L’avanzata travolgente dell‘Isis, infatti, non consente più la nostra presenza in Libia. Due notti fa alcune radio locali di Sirte, cittadina a 450 chilometri a ovest di Tripoli, hanno trasmesso i discorsi del califfo Abu Bakr al-Baghdadi. Non un discorso scritto ad hoc per la popolazione di Sirte, ma un estratto dal “sermone” con cui Baghdadi annunciava la nascita del Califfato alcuni mesi fa.
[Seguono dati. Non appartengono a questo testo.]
def dumps_model(model: Model) -> str:
    """TOML text of a model; :func:`loads_model` reads it back to an equal model.

    Sections come in a fixed order (identity, paths, launch, run, environment,
    components, study) and keep the order of their keys, so the same model
    always gives the same text (and the same hash in every output). Nothing
    is added that the model does not hold (no date, no tool version).

    >>> m = Model(name="tiny", flow_paths=["motor -> outside"], components={
    ...     "motor": {"kind": "prescribed-jet", "programme": "thrust-table", "exhaust_velocity": "800 m/s",
    ...               "thrust_curve": {"units": ["s", "N"], "rows": [[0.0, 0.0], [0.1, 20.0], [1.0, 0.0]]}},
    ...     "outside": {"kind": "surroundings"}})
    >>> print(dumps_model(m))
    format = "thrustgraph-model"
    version = 1
    name = "tiny"
    flow_paths = ["motor -> outside"]
    <BLANKLINE>
    [components.motor]
    kind = "prescribed-jet"
    programme = "thrust-table"
    exhaust_velocity = "800 m/s"
    <BLANKLINE>
    [components.motor.thrust_curve]
    units = ["s", "N"]
    rows = [[0.0, 0.0], [0.1, 20.0], [1.0, 0.0]]
    <BLANKLINE>
    [components.outside]
    kind = "surroundings"
    <BLANKLINE>
    """
    data: dict[str, Any] = {"format": FORMAT_NAME, "version": FORMAT_VERSION, "name": model.name}
    if model.description:
        data["description"] = model.description
    data["flow_paths"] = list(model.flow_paths)
    for key in ("launch", "run", "environment", "components", "stages", "triggers", "study", "calibration"):
        value = getattr(model, key, None)
        if value:
            data[key] = value
    # Multi-line strings read better, but TOML turns a CR LF inside one into LF: fall back to escapes.
    w = _Writer(multiline=not _has_cr(data))
    w.table([], data)
    return "\n".join(w.lines) + "\n"


def save_model(model: Model, path: str | os.PathLike[str]) -> None:
    """Write a model file (atomically); :func:`load_model` reads it back equal.

    >>> import tempfile, pathlib
    >>> m = load_model(default_model_path())
    >>> f = pathlib.Path(tempfile.mkdtemp()) / "copy.toml"
    >>> save_model(m.set("components.bottle.fill", 0.4), f)
    >>> load_model(f).components["bottle"]["fill"]
    0.4
    """
    atomic_write(path, dumps_model(model))
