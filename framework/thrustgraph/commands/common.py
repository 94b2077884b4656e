"""Options and helpers shared by several sub-commands.

>>> parse_override("components.bottle.fill=0.4")
('components.bottle.fill', 0.4)
>>> parse_override("components.bottle.gauge_pressure=5 bar")
('components.bottle.gauge_pressure', '5 bar')
"""

from __future__ import annotations

import argparse
import sys
import tomllib
from typing import Any

from ..kinds.displayunits import UnitChoice, parse_units
from ..base.errors import ModelError
from ..models.model import Model
from ..models.modelfile import load_model

__all__ = ["add_model_argument", "add_set_option", "add_out_dir_option", "parse_override", "load_with_overrides",
           "add_units_option", "units_choice"]


def add_model_argument(p: argparse.ArgumentParser) -> None:
    p.add_argument("model", nargs="?", default=None,
                   help="model file (TOML) or the name of a bundled scenario; default: the bundled bottle rocket")


def add_set_option(p: argparse.ArgumentParser) -> None:
    p.add_argument("--set", dest="overrides", action="append", default=[], metavar="KEY=VALUE",
                   help='change a parameter for this run, e.g. --set components.bottle.fill=0.4 '
                        '--set "components.bottle.gauge_pressure=5 bar" (repeatable)')


def add_units_option(p: argparse.ArgumentParser) -> None:
    p.add_argument("--units", metavar="CHOICE",
                   help="the units results are shown in: SI, imperial, or QUANTITY=UNIT pairs, e.g. "
                        "length=ft,speed=mph (or imperial,pressure=bar); default: the model's [run] units, else SI")


def units_choice(args: argparse.Namespace, parsed: Any = None) -> UnitChoice:
    """The unit choice in force: ``--units`` when given, else the model's ``[run] units`` (SI without either).

    >>> units_choice(argparse.Namespace(units="length=ft")).chosen
    {'length': 'ft'}
    """
    if getattr(args, "units", None):
        return parse_units(args.units, where="--units")
    run = getattr(parsed, "run", None)
    return getattr(run, "units", None) or parse_units(None)


class _Deprecated(argparse.Action):
    """An old spelling of an option: stores into the new one's destination and says so on standard error."""

    def __init__(self, *args: Any, new: str = "", **kw: Any) -> None:
        self.new = new
        super().__init__(*args, **kw)

    def __call__(self, parser: argparse.ArgumentParser, namespace: argparse.Namespace, values: Any,
                 option_string: str | None = None) -> None:
        print(f"{parser.prog}: {option_string} is deprecated and will be removed in the next release: use "
              f"{self.new} instead", file=sys.stderr)
        setattr(namespace, self.dest, values)


def add_out_dir_option(p: argparse.ArgumentParser, help: str, *, old: str | None = None) -> None:
    """``--out-dir DIR``: the one name of the option that sets the directory a command writes its files into
    (``plot``, ``export``). ``old`` is a former spelling still accepted for one release, with a note."""
    p.add_argument("--out-dir", dest="out_dir", metavar="DIR", help=help)
    if old:
        p.add_argument(old, dest="out_dir", metavar="DIR", action=_Deprecated, new="--out-dir",
                       help=f"deprecated spelling of --out-dir (removed in the next release)")


def parse_override(text: str) -> tuple[str, Any]:
    """Split ``key.path=value``; the value is read as a TOML literal, else kept as text."""
    if "=" not in text:
        raise ModelError(f"--set {text}", "expected KEY=VALUE", 'write e.g. --set "components.bottle.fill=0.4"')
    key, raw = text.split("=", 1)
    key, raw = key.strip(), raw.strip()
    if not key:
        raise ModelError(f"--set {text}", "the key is empty", 'write e.g. --set "components.bottle.fill=0.4"')
    try:
        value = tomllib.loads(f"v = {raw}")["v"]
    except tomllib.TOMLDecodeError:
        value = raw
    return key, value


def load_with_overrides(name: str | None, overrides: list[str]) -> Model:
    model = load_model(name)      # a path, a bundled scenario's name or None (models.modelfile.model_path)
    for text in overrides:
        key, value = parse_override(text)
        try:
            model.get(key)
        except ModelError:
            pass  # a new key is allowed; it is checked when the model is parsed
        model.set(key, value)
    return model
Da settimane la presenza dell’Isis va rafforzandosi in tutta la Libia e in particolare lungo la costa del Mediterraneo. Entro un paio di mesi, secondo l’ex premier libico Ali Zeidan, la fascia costiera del Paese africano potrebbe essere completamente in mano agli jihadisti.

Intanto sono state messe sul web le immagini di 21 prigionieri in tuta arancione, ripresi sulla spiaggia di Sirte. Sono 21 cittadini egiziani, cristiani copti. Il presidente dell’Egitto al Sisi ha invitato i suoi connazionali a lasciare precipitosamente la Libia. Le bande jihadiste che si apprestano a uccidere gli ostaggi sono le stesse che qualche giorno fa uccisero a un posto di blocco un gruppo di miliziani di Misurata.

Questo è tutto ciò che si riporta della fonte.